──────── DATA LISTING

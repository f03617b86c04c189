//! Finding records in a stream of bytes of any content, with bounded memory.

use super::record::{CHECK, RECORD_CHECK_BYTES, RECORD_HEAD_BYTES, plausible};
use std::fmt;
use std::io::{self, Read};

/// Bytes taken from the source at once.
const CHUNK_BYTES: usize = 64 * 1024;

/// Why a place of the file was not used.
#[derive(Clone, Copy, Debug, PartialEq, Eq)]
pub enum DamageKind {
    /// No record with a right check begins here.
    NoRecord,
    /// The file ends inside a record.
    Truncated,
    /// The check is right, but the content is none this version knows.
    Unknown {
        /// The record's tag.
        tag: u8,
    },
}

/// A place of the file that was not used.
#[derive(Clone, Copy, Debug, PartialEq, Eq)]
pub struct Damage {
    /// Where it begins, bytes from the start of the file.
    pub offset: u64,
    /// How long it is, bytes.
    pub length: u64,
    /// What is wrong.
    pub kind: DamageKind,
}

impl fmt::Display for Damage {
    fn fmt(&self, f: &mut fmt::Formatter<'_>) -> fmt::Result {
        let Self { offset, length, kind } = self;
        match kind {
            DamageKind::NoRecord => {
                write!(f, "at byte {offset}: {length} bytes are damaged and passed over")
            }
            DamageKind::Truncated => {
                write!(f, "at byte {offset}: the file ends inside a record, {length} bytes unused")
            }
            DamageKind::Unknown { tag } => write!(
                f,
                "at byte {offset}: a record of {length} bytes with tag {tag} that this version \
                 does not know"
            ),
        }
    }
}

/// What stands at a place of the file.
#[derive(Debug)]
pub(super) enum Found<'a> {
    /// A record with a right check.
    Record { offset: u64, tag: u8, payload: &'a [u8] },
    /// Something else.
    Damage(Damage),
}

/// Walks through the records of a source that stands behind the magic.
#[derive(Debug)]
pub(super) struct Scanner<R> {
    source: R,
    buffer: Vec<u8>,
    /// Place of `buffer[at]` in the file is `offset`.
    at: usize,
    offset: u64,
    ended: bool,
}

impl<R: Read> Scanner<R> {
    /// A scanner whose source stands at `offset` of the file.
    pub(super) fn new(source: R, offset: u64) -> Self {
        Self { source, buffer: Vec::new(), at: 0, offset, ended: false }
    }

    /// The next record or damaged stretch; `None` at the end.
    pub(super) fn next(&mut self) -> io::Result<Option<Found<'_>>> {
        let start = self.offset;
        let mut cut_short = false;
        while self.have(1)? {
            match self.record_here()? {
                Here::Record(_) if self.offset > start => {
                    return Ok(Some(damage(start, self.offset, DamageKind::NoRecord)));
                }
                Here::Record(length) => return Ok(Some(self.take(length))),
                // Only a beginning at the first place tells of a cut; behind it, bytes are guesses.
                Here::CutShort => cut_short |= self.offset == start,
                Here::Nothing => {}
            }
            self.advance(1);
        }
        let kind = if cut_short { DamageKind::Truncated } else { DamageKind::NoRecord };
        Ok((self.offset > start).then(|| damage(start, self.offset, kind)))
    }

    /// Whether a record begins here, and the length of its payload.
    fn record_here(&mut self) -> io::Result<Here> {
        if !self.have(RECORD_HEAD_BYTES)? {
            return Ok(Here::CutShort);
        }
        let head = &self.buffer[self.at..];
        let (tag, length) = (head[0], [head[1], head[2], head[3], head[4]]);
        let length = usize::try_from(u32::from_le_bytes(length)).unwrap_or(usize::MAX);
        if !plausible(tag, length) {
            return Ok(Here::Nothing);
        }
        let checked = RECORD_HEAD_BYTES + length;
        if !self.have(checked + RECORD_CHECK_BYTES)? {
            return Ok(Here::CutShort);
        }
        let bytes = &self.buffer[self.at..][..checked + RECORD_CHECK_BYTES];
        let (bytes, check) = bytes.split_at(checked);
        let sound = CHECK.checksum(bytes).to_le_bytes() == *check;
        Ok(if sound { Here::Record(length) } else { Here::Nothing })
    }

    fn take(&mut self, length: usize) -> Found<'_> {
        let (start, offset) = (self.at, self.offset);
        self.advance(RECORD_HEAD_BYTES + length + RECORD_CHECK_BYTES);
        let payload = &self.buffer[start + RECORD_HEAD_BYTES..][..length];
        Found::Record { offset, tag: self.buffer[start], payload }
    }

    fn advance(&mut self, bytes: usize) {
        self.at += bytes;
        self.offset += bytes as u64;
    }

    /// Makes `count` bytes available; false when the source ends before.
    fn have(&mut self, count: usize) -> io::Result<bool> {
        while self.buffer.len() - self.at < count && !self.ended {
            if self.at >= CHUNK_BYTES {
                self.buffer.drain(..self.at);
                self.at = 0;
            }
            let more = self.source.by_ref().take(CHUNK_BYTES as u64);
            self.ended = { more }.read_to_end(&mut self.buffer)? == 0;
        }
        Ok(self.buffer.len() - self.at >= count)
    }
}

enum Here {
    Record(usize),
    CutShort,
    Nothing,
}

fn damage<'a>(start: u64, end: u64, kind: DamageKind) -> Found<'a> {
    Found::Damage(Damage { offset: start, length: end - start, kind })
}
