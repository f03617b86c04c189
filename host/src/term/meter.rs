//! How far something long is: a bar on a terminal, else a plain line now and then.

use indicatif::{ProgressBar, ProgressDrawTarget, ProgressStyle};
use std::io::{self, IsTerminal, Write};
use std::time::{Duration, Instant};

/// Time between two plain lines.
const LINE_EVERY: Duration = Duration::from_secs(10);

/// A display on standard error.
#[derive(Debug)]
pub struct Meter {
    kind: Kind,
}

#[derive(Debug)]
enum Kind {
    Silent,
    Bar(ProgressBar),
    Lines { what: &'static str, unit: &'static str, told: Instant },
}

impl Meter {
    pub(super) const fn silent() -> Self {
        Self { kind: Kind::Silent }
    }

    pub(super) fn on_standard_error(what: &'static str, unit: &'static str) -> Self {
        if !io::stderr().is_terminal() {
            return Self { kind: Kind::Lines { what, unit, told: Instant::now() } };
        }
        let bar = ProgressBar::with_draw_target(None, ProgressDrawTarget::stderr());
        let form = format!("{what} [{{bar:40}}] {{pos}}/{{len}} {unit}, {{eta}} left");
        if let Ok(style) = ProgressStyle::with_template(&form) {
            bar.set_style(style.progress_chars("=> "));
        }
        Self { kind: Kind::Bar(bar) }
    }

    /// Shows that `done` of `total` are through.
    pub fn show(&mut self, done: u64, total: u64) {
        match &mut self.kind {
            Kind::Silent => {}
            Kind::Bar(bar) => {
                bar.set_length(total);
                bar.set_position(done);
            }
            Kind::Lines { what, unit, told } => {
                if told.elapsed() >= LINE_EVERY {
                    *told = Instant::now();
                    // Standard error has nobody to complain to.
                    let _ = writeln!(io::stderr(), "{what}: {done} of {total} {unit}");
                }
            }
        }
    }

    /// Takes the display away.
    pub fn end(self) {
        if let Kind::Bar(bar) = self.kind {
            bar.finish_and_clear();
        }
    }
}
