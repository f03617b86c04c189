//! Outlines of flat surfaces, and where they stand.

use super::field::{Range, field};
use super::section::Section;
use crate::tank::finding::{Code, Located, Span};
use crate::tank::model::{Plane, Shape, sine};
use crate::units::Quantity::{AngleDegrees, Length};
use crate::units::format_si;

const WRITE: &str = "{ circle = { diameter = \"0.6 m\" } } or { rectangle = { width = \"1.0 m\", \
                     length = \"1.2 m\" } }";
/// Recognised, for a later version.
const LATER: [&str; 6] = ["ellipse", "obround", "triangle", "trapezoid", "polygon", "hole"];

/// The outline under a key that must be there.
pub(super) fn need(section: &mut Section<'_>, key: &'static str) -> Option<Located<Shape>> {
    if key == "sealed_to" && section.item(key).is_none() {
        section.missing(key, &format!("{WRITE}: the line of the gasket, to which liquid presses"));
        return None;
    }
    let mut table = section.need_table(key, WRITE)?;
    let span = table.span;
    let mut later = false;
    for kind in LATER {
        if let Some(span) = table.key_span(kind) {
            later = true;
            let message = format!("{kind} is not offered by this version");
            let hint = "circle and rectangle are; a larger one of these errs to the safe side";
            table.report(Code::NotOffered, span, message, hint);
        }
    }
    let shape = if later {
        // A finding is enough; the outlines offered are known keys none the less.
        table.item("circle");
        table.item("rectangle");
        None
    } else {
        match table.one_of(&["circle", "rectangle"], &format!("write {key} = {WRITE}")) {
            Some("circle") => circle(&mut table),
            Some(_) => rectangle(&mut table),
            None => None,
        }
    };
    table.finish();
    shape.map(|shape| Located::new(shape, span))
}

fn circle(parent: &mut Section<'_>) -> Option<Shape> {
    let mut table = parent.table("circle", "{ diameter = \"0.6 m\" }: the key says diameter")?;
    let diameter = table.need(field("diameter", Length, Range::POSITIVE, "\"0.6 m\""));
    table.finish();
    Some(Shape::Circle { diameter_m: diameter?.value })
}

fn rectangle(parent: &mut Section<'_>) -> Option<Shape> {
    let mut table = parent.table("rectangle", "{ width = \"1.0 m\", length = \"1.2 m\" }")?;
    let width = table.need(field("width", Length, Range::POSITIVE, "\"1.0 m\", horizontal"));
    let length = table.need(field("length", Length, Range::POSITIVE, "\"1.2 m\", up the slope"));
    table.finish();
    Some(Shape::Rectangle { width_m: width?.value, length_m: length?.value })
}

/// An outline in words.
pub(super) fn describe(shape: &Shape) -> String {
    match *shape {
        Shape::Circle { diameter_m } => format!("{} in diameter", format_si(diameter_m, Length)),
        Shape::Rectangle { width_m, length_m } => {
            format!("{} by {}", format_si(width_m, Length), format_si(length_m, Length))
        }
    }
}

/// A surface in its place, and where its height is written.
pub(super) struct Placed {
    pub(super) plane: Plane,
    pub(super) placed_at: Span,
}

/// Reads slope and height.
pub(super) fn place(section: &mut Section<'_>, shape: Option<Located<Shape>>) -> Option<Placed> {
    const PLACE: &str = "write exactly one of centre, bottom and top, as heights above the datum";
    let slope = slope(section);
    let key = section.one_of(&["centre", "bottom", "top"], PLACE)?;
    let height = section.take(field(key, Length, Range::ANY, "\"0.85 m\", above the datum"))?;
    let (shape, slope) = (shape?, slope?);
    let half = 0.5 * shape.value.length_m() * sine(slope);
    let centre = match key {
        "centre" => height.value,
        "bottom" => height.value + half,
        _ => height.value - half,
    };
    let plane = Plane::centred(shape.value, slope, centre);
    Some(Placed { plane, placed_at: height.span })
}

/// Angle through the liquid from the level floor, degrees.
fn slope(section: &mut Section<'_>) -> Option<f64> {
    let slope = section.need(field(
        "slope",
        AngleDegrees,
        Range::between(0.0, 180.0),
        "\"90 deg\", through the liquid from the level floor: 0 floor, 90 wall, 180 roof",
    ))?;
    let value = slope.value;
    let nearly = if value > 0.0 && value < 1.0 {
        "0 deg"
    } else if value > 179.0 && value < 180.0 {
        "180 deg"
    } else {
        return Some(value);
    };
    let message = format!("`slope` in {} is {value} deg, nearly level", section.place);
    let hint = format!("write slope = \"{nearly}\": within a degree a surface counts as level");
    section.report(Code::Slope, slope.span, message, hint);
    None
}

────────────────

◆ TASK ITEM: After reading the entries above, report the number of lines that include the string "ProgressDrawTarget". Give no other text.

◆ EXERCISE SOLUTION: 2